Do not break up processing into multiple cursors unless performance seems to be an issue. If it takes a seven-table join, then code all seven tables in one cursor and let DB2 do the work. When you break it up, the process usually takes longer due to the extra times DB2 is sent SQL statements to process. So break up the join only when all other tuning efforts have been applied. Typically it would be more efficient to execute a seven-table join.
- CASE expressions should always contain an ELSE clause. If none of the conditions in the CASE are met, then DB2 will return a null (via a null indicator) to the program. If the program is not set up to handle a null being returned from the CASE expression, then a -305 SQLCODE is returned, which usually causes the program to abend.
- Always display counts for the number of Selects, Inserts, Updates, Deletes, and Open cursors that have been executed in the program. The overhead in COBOL to define the counters and increment them through the processing is minimal to the overall runtime of the program. Displaying these counts provides invaluable information when problems occur, helping a developer figure out which program to look into. Make sure the counts are displayed on every abend and at the end of processing.
- Always display the values in host variables for a SQL statement that has an invalid SQL return code and the program goes into its abend error routine. Every developer knows how frustrating it is to have a program error out or even abend and not know what values were being processed.
- Watch out for any SQL warnings that may occur in an SQL statement. Most programs seem to ignore warnings that many times help to detect potential problems. There are two indications of a warning message in the SQLCA: One is a positive SQLCODE other than +100; the other is a W in the SQLCA’s SQLWARN0 field. When either of these exists, DB2 is issuing a warning that something worrisome happened on the prior call and that while you may have received data back, it may not be what you expected. When SQLWARN0 is a W, DB2 also provides helpful information about the problem in one or more of the other SQLWARNn fields. Also check warnings on every SQL statement return. For example:
Evaluate SQLCODE When 0 If SQLWARN0 = 'W' Display '*** Warning error ***' Display 'Sqlstate = ' Sqlstate End-If When Other ... End-Evaluate
- Take advantage of the SQLERRD (3) out of the SQLCA. The third occurrence of the SQLERRD array is one of the most useful fields in the SQLCA. This field is populated after a successful insert, update, or delete with a count of the number of rows inserted, updated, or deleted. This is not populated when a mass delete with no Where logic is coded or populated due to deletes affected by delete cascade.
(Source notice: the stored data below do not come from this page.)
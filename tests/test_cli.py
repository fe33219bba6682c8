"""The command: what goes where, which exit status, and that everything is documented."""

from __future__ import annotations

import csv
import errno
import io
import json
import os
import re
import signal
import subprocess
import sys
from collections.abc import Callable
from dataclasses import replace
from importlib.metadata import version
from pathlib import Path
from typing import Any

import numpy as np
import pytest
from scipy import constants
from scipy.io import mmread
from typer.main import get_command

from ribbon.cli import app, main
from ribbon.commands.output import ReaderGoneError, check_target, emit, json_text
from ribbon.commands.progress import Progress
from ribbon.errors import BadInput, NotCertified
from ribbon.lattice import shelf

ROOT = Path(__file__).resolve().parents[1]

ANNULENE = """\
title = "Möbius annulene"
[ribbon]
lattice = "square"
rows = 1
length = 16
half_twists = 1
orbital = "pz"
[hopping]
shells = [2.5]
[levels]
all = true
[sweep]
flux = { points = 5 }
[control]
compare = ["double"]
"""

Run = Callable[..., tuple[int, str, str]]


@pytest.fixture
def here(tmp_path: Path, monkeypatch: pytest.MonkeyPatch) -> Path:
    monkeypatch.chdir(tmp_path)
    (tmp_path / "ring.toml").write_text(ANNULENE, encoding="utf-8")
    return tmp_path


@pytest.fixture
def run(here: Path, capsys: pytest.CaptureFixture[str]) -> Run:
    """Run the command in a folder with ring.toml; gives status, stdout and stderr."""

    def call(*arguments: str) -> tuple[int, str, str]:
        status = main(list(arguments))
        captured = capsys.readouterr()
        return status, captured.out, captured.err

    return call


def table(text: str) -> dict[str, np.ndarray]:
    rows = list(csv.DictReader(io.StringIO(text)))
    return {
        name: np.array([float(row[name] or "nan") for row in rows])
        for name in rows[0]
        if name not in {"shared", "holds"}
    }


def annulene(flux: float) -> np.ndarray:
    """E = -2 t cos(2 pi (n + 1/2 + flux)/16), Heilbronner 1964 at flux 0; t = 2.5 eV."""
    return np.sort(-5 * np.cos(2 * np.pi * (np.arange(16) + 0.5 + flux) / 16))


# answers


def test_alone_it_says_what_to_do_next(run):
    """`ribbon` without a verb is a question, not a mistake."""
    status, out, err = run()
    assert (status, err) == (0, "")
    assert "ribbon new" in out
    assert "ribbon study" in out
    assert len(out.splitlines()) < 12


def test_help_lists_every_verb(run):
    """All verbs, each with one line that is not cut short."""
    status, out, _ = run("--help")
    assert status == 0
    verbs = ("study", "describe", "levels", "flux", "edges", "continuum", "molecule")
    for verb in (*verbs, "export", "lattices", "new"):
        assert f"\n  {verb} " in out
    assert "..." not in out.partition("Commands:")[2]


def test_version_is_that_of_the_distribution(run):
    """The version comes from the installed distribution."""
    assert run("--version") == (0, version("halftwist") + "\n", "")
- Take advantage of fetching rowsets in your cursor processing. (See tuning tip #46 in Chapter 1.) This should be strictly enforced for large cursors because of the runtime savings.
- Apply all calculations within the COBOL code and then move the value to a host variable. Then reference the host variable in the SQL statement. Keep calculations out of SQL statements whenever possible.
- Hard code any and all values known within an SQL statement. For example, if a program always processes the terminated rows on a table, then use the SQL statement Where Status_Code = ‘T’. This is extremely helpful especially if frequency value statistics are present for the different values of Status_Code in the catalog tables. (See tuning tip #10 in Chapter 1.)